Tapas of Emergency Medicine tips. Served up by two UVM medical students as they learn them, one case at a time.

July 27, 2010

Treatment of Cluster Headache

Case: 29 year old male presents with new onset gradually worsening pain located behind R eye. Associated sweating and Nasal Congestion.

Tapa: When working up headaches, the H&P can help separate out the benign from the concerning.

Concerning signs & symptoms include:
  • Fever, Meningeal signs, Photophobia, AMS, Syncope, Sudden Onset/Worst HA of life, Trauma, HTN with DBP > 120, unilateral neck pain, signs of glaucoma, or neuro deficits

In this case, the patient has some classic presenting symptoms of a Cluster Headache. Although Cluster Headaches typically present in men in their 40s, they have been reported in both infants and the elderly. Classic signs & symptoms include sudden onset unilateral pain behind the orbit with associated lacrimation.
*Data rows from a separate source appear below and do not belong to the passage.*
def _badly_decoded(value: object, raw: str) -> bool:
    """An encoded word (RFC 2047) or raw 8-bit text that did not decode cleanly."""
    text = str(value)
    if "\ufffd" in text or any("\udc80" <= ch <= "\udcff" for ch in text):
        return True
    defects = getattr(value, "defects", ()) or ()
    return "=?" in raw and any(type(defect).__name__ in _HEADER_DEFECTS for defect in defects)


_HEADER_DEFECTS = {"CharsetError", "UndecodableBytesDefect", "InvalidBase64CharactersDefect", "InvalidBase64PaddingDefect", "InvalidBase64LengthDefect"}


_OBSOLETE_YEAR = re.compile(r"\b\d{1,2}\s+[A-Za-z]{3}\s+(\d{2,3})\s")


def _rfc5322_year(when: datetime.datetime, raw: str) -> datetime.datetime:
    """Two- and three-digit years as RFC 5322 §4.3 reads them (the stdlib uses a POSIX pivot).

    00–49 → 2000–2049, 50–99 → 1950–1999, three digits → + 1900.
    """
    match = _OBSOLETE_YEAR.search(raw + " ")
    if match is None:
        return when
    written = int(match.group(1))
    if len(match.group(1)) == 3:
        year = written + 1900
    else:
        year = written + (2000 if written < 50 else 1900)
    try:
        return when.replace(year=year)
    except ValueError:
        return when


def _encoded_names(raw: str) -> dict[str, str]:
    """Display names decoded from the raw header, by address.

    RFC 2047 §6.2: white space between adjacent encoded words is ignored.  Python 3.11's
    address parser keeps it (CPython gh-128110), so names made of encoded words are decoded
    again here with ``email.header``, which follows the RFC.
    """
    if "=?" not in raw:
        return {}
    names = {}
    for phrase, address in getaddresses([raw]):
        if "=?" in phrase:
            try:
                names[address.lower()] = str(make_header(decode_header(phrase)))
            except Exception:  # noqa: BLE001 - LookupError, CharsetError, HeaderParseError ... (fuzzed)
                continue
    return names


def _render_groups(groups: tuple, start: int, decoded: dict[str, str]) -> tuple[str, tuple[Address, ...]]:
    """Render address groups as ``Name <addr>, addr, Group: a, b;`` with spans for each part."""
    out: list[str] = []
    addresses: list[Address] = []

    def put(piece: str) -> int:
        offset = start + sum(len(p) for p in out)
        out.append(piece)
        return offset

    for group_index, group in enumerate(groups):
        if group_index:
            put(", ")
        if group.display_name is not None:
            put(f"{group.display_name}: ")
        for index, address in enumerate(group.addresses):
            if index:
                put(", ")
            addr = clean(address.addr_spec or "")
            display = clean(decoded.get(addr.lower(), address.display_name or ""))  # lone surrogates → U+FFFD
            if display:
                at = put(f"{display} <{addr}>")
                name_span = Span(at, at + len(display))
                email_span = Span(at + len(display) + 2, at + len(display) + 2 + len(addr))
            else:
                at = put(addr)
                name_span, email_span = None, Span(at, at + len(addr))
            addresses.append(Address(display, addr.lower(), name_span, email_span))
        if group.display_name is not None:
            put(";")
    return "".join(out), tuple(addresses)
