def cli(*args, cwd):
    return subprocess.run([sys.executable, "-m", "hazlint.cli", *args], cwd=cwd,
                          capture_output=True, text=True, timeout=300,
                          env=dict(os.environ, NO_COLOR="1",
                                   HAZLINT_CACHE_DIR=str(cwd / ".cache")))


# ------------------------------------------------------------------ functions and tasks
def test_input_integer_argument_and_loop_in_function(tmp_path):
    # 10.4.1: "input integer" is a typed function argument; 9.6: the loop bound is constant,
    # the condition inside it reads a signal
    check(tmp_path, """
        module press_mask(input [7:0] d, input [2:0] n, output [7:0] y, output [7:0] z);
          function [7:0] mask_low;
            input integer MR;
            input [7:0] x;
            integer i;
            begin
              mask_low = x;
              for (i = 0; i < 8; i = i + 1)
                if (i >= MR) mask_low[i] = 1'b0;
            end
          endfunction
          assign y = mask_low(n, d);
          assign z = mask_low(3, d);
        endmodule
    """, "press_mask")


def test_constant_and_recursive_functions(tmp_path):
    # 10.4.5 constant functions in parameters (recursive, automatic); 12.2 a signed parameter
    # with a range truncates and sign-extends its value
    d = check(tmp_path, """
        module press_const(input [3:0] a, output [7:0] f, output [7:0] p, output [3:0] w);
          function automatic integer fact(input integer n);
            fact = (n <= 1) ? 1 : n * fact(n - 1);
          endfunction
          function integer lg(input integer v);
            for (lg = 0; (1 << lg) < v; lg = lg + 1) ;
          endfunction
          localparam F5 = fact(5);
          localparam W = lg(10);
          localparam integer B = $rtoi($ceil($ln(100) / $ln(2)));   // 17.11 math functions
          parameter signed [3:0] P = -3;
          assign f = F5;
          assign p = P;
          assign w = a + W + B;
        endmodule
    """, "press_const", steps=20)
    assert d.evaluate({})["f[6]"] == 1        # 120 = 0b1111000


def test_recursion_on_a_signal_is_left_out(tmp_path):
    p = write(tmp_path, "rec.v", """
        module press_rec(input [3:0] n, output [3:0] y);
          function automatic [3:0] down(input [3:0] k);
            down = (k == 0) ? 4'd0 : down(k - 1);
          endfunction
          assign y = down(n);
        endmodule
    """)
    d = hazlint.load_design([str(p)])
    (rec,) = d.not_analysed
    assert "nest deeper than" in rec["reason"] and rec["module"] == "press_rec"


def test_task_with_outputs_and_block_local_variables(tmp_path):
    # 10.2 tasks with output arguments; 9.8.1 named blocks with their own variables; 9.6
    # while and repeat loops
    d = check(tmp_path, """
        module press_count(input [7:0] d, input [7:0] e, output reg [3:0] ones,
                           output reg [7:0] rot, output reg [7:0] lo, output reg [7:0] hi);
          task order(input [7:0] a, input [7:0] b, output [7:0] mn, output [7:0] mx);
            begin
              if (a < b) begin mn = a; mx = b; end
              else begin mn = b; mx = a; end
            end
          endtask
          always @* begin : count
            integer n;
            reg [7:0] t;
            ones = 0;
            n = 0;
            t = d;
            while (n < 8) begin
              ones = ones + t[0];
              t = t >> 1;
              n = n + 1;
            end
            rot = d;
            repeat (3) rot = {rot[6:0], rot[7]};
            order(d, e, lo, hi);
            $display("ones %d", ones);
          end
        endmodule
    """, "press_count")
    assert not d.registers                   # loop index and temporaries are not storage
    notes = [n.message for n in d.notes]
    assert any("system task $display ignored" in m for m in notes)


def test_unknown_function_and_wrong_argument_count_are_input_errors(tmp_path):
    p = write(tmp_path, "u.v", """
        module top(input a, output y);
          assign y = nosuch(a);
        endmodule
    """)
    with pytest.raises(ElaborationError) as e:
        hazlint.load_design([str(p)])
    assert e.value.line == 3 and "nosuch" in str(e.value)
    p = write(tmp_path, "n.v", """
        module top(input a, output y);
          function f(input x, input z); f = x & z; endfunction
          assign y = f(a);
        endmodule
    """)
    with pytest.raises(ElaborationError) as e:
        hazlint.load_design([str(p)])
    assert "takes 2 argument" in str(e.value)


# ------------------------------------------------------------------ statements
def test_variable_index_writes_are_decoded(tmp_path):
    # 5.2.1 bit selects and 5.2.1 indexed part selects on the left-hand side with a variable
    # index: each bit is written under its decoded condition
    check(tmp_path, """
        module press_onehot(input [2:0] sel, input v, input [1:0] k, input [3:0] d,
                            output reg [7:0] onehot, output reg [7:0] field,
                            output [3:0] picked, output [1:0] slice);
          always @* begin
            onehot = 8'd0;
            onehot[sel] = v;
            field = 8'hff;
            field[k*2 +: 2] = d[1:0];
          end
          assign picked = {d[k], d[sel[1:0]], d[3 - k], d[0]};
          assign slice = d[k +: 2];
        endmodule
    """, "press_onehot", hold=())


def test_case_casez_casex_and_constant_case(tmp_path):
    # 9.5 case, 9.5.1 casez/casex with ? and x in the items, a "case (1'b1)" priority form
    check(tmp_path, """
        module press_prio(input [3:0] req, input [1:0] mode, output reg [1:0] grant,
                          output reg hit, output reg [2:0] kind, output reg [1:0] multi);
          always @* begin
            casez (req)
              4'b1???: grant = 2'd3;
              4'b01??: grant = 2'd2;
              4'b001?: grant = 2'd1;
              default: grant = 2'd0;
            endcase
            casex (req)
              4'bx1x1: hit = 1'b1;
              default: hit = 1'b0;
            endcase
            case (1'b1)
              mode[1]: kind = 3'd4;
              mode[0]: kind = 3'd2;
              default: kind = 3'd1;
            endcase
            case (req[1:0])
              2'd0, 2'd3: multi = mode;
              2'd1: multi = ~mode;
              default: multi = 2'b10;
            endcase
          end
        endmodule
    """, "press_prio")


def test_incomplete_assignment_is_a_latch_with_its_enable(tmp_path):
    # 9.2 / common synthesis practice: a variable a combinational block does not assign on
    # every path keeps its value there: a latch enabled by the assigning condition
    d = check(tmp_path, """
        module press_hold(input en, input clr, input [3:0] d, output reg [3:0] q);
          always @* begin
            if (clr) q = 4'd0;
            else if (en) q = d;
          end
        endmodule
    """, "press_hold", steps=150)
    assert [r.kind for r in d.registers] == ["latch"] * 4
    en = d.graph.nodes[d.registers[0].pins["enable"]]
    assert en["role"] == "enable"
    # the enable is clr | en: it is 1 exactly when one of them is
    g = d.graph
    for clr in (0, 1):
        for e in (0, 1):
            v = d.evaluate({"clr": clr, "en": e}, nets=True)[en["inputs"][0]]
            assert v == (clr | e)
    assert any("latch inferred for 'q'" in n.message for n in d.notes)
    assert g is d.graph


def test_block_temporaries_and_shared_loop_index_are_not_registers(tmp_path):
    # a blocking temporary of a clocked block and one loop index shared by two blocks: no
    # register and no second driver; the shift register and the registered outputs remain
    d = check(tmp_path, """
        module press_filter(input clk, input rst_n, input [7:0] s, output reg [7:0] avg,
                            output reg [3:0] cnt);
          integer i;
          reg [9:0] sum;
          reg [7:0] hist [0:3];
          always @(posedge clk or negedge rst_n)
            if (!rst_n) begin
              for (i = 0; i < 4; i = i + 1) hist[i] <= 8'd0;
              avg <= 8'd0;
            end else begin
              for (i = 3; i > 0; i = i - 1) hist[i] <= hist[i-1];
              hist[0] <= s;
              sum = 0;
              for (i = 0; i < 4; i = i + 1) sum = sum + hist[i];
              avg <= sum[9:2];
            end
          always @(posedge clk) begin
            cnt = 0;
            for (i = 0; i < 8; i = i + 1) cnt = cnt + s[i];
          end
        endmodule
    """, "press_filter", steps=150)
    names = {r.name for r in d.registers}
    assert len(d.registers) == 4 * 8 + 8 + 4, sorted(names)
    assert not any(n.startswith(("i[", "sum[")) for n in names)
    assert not [n for n in d.notes if "drivers" in n.message]


# ------------------------------------------------------------------ memories
BIG = """
    module press_trace(input clk, input we, input [3:0] wa, input [3:0] ra, input [7:0] wd,
                       output [7:0] rd, output reg [7:0] rq);
      reg [7:0] mem [0:15];
      always @(posedge clk) if (we) mem[wa] <= wd;
      assign rd = mem[ra];
      always @(posedge clk) rq <= mem[ra];
    endmodule
"""


def test_small_memory_is_registers_with_decoded_write_enables(tmp_path):
    d = check(tmp_path, BIG, "press_trace", steps=150)
    assert not d.memories
    assert len(d.registers) == 16 * 8 + 8
    # each word's data pin: (we & wa == k) ? wd : mem[k], so a word holds unless addressed
    r = next(r for r in d.registers if r.name == "mem[5][2]")
    g = d.graph
    data = g.nodes[r.pins["data"]]["inputs"][0]
    base = {f"wa[{i}]": (5 >> i) & 1 for i in range(4)}
    assert d.evaluate(dict(base, we=1, **{"wd[2]": 1}), nets=True)[data] == 1
    assert d.evaluate(dict(base, we=0, **{"wd[2]": 1}), nets=True)[data] == 0
    assert d.evaluate(dict({"wa[0]": 0, "wa[2]": 1}, we=1, **{"wd[2]": 1}), nets=True)[data] == 0


def test_large_memory_is_a_memory_node(tmp_path):
    p = write(tmp_path, "t.v", BIG)
    d = hazlint.load_design([str(p)], memory_max_bits=64)      # 16 x 8 = 128 bits > 64
    (m,) = d.memories
    assert (m["name"], m["words"], m["width"], m["write_ports"], m["read_ports"]) == \
        ("mem", 16, 8, 1, 1)                                   # one read port: same address
    g = d.graph
    sinks = [n for n, a in g.nodes(data=True) if a["kind"] == "sink" and a.get("memory")]
    roles = sorted({(g.nodes[n]["role"], g.nodes[n]["name"].split(".")[1].rstrip("0123456789[]"))
                    for n in sinks})
    # write clock (a clock pin), write enable, address and data, read address: all sinks
    assert roles == [("clock", "wclk"), ("data", "raddr"), ("data", "waddr"), ("data", "wdata"),
                     ("data", "we")]
    assert len([n for n in sinks if ".wdata" in g.nodes[n]["name"]]) == 8
    # read data are sources (here merged with the output port they drive)
    assert all(g.nodes[n]["kind"] == "state" and g.nodes[n]["memory"] == "mem"
               for n in m["read_data"]) and m["read_data"][0] == "rd[0]"
    assert len(d.registers) == 8 and not any(r.name.startswith("mem") for r in d.registers)
    assert any("kept as a memory node" in n.message for n in d.notes)
    # the read data can be driven in evaluation like any source
    assert d.evaluate({m["read_data"][3]: 1})["rd[3]"] == 1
If you suspect a Cluster Headache, start the patient on Oxygen before presenting the case. The risks and expense of giving oxygen are relatively low. By starting the patient on O2 you will potentially decrease the time of their ED stay (not to mention you will impress your attending/resident)!

If the Headache resolves with oxygen, this is sufficient for diagnosis of a cluster headache. The patient should follow up with a neurologist as an outpatient. If the symptoms do not resolve, consider other therapeutic medications, or consider re-addressing your differential diagnosis.